• [WHAT THE TASK ASKS]: Determine how many lines of the listing below include the string "yamlScalar". Output the number and nothing more.

• [DATASET RECORDS]:
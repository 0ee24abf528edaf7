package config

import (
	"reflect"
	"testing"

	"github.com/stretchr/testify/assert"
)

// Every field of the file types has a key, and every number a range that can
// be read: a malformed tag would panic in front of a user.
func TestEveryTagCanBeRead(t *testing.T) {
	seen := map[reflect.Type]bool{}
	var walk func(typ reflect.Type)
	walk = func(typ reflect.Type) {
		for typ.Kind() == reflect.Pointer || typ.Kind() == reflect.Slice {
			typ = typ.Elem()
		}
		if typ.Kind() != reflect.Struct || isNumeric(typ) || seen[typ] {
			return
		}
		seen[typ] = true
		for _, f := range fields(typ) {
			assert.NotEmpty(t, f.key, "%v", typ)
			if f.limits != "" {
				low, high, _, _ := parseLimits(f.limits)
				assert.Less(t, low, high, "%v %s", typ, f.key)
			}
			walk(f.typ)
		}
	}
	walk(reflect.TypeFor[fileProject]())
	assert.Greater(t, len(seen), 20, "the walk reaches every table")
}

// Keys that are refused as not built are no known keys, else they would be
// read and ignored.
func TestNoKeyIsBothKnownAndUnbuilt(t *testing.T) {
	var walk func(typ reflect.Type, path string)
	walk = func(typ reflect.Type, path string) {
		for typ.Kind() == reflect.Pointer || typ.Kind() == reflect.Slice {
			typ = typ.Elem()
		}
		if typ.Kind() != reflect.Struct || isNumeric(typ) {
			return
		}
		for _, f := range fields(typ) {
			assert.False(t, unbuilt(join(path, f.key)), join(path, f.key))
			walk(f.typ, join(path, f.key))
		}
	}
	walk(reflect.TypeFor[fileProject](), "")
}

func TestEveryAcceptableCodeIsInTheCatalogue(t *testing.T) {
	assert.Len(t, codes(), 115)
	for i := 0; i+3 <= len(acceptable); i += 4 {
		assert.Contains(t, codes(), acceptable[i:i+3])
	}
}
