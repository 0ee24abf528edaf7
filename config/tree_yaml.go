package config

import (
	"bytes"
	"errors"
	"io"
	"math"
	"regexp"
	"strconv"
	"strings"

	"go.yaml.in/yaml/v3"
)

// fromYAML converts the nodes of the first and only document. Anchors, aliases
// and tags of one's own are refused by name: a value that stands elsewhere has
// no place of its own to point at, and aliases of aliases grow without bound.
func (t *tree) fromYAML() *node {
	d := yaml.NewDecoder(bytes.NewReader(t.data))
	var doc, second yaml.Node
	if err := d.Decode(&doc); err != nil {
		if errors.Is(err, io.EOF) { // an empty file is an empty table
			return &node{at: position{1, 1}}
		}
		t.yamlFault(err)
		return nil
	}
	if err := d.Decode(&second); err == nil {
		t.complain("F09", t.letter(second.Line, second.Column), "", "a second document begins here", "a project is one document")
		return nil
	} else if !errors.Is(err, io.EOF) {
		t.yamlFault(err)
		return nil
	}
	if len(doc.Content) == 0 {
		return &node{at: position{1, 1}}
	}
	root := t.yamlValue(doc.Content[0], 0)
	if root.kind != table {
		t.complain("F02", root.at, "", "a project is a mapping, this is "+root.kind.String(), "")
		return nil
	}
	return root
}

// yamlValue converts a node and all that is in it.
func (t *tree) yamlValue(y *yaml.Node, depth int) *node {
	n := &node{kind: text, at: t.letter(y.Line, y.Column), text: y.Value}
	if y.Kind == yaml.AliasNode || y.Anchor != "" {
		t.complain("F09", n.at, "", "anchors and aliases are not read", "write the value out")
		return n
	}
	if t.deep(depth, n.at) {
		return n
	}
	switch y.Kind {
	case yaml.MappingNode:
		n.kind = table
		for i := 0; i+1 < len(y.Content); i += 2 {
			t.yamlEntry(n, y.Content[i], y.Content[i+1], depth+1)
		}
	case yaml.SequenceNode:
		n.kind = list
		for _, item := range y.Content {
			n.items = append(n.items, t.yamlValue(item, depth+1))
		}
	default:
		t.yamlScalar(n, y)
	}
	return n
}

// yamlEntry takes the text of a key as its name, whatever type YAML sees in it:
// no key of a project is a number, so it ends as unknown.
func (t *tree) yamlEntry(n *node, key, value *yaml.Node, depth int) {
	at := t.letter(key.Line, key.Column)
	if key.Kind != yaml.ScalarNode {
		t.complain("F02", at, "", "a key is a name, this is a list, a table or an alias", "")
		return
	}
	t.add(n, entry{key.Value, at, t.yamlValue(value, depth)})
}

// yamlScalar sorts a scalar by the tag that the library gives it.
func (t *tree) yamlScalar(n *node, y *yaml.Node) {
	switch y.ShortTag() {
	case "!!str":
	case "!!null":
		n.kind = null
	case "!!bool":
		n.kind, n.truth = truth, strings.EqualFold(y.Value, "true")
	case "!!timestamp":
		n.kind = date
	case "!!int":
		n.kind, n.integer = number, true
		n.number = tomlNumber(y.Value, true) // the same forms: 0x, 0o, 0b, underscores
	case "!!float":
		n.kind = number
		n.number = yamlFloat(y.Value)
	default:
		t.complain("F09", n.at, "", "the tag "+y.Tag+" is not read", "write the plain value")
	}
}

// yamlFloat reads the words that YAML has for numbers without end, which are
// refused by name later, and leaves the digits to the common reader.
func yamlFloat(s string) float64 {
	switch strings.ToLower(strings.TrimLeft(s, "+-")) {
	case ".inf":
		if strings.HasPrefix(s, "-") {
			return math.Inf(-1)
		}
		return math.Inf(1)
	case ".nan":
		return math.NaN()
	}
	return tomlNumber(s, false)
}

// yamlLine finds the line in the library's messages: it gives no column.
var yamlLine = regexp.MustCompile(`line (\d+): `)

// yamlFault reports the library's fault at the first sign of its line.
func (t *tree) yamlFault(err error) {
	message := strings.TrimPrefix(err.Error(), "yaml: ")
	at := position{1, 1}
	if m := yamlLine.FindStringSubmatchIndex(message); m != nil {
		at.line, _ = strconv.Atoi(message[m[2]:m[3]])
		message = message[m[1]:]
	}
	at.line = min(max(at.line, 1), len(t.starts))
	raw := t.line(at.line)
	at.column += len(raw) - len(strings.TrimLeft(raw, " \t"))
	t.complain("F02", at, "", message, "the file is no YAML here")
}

• [RESULT OF THE EXERCISE]: 3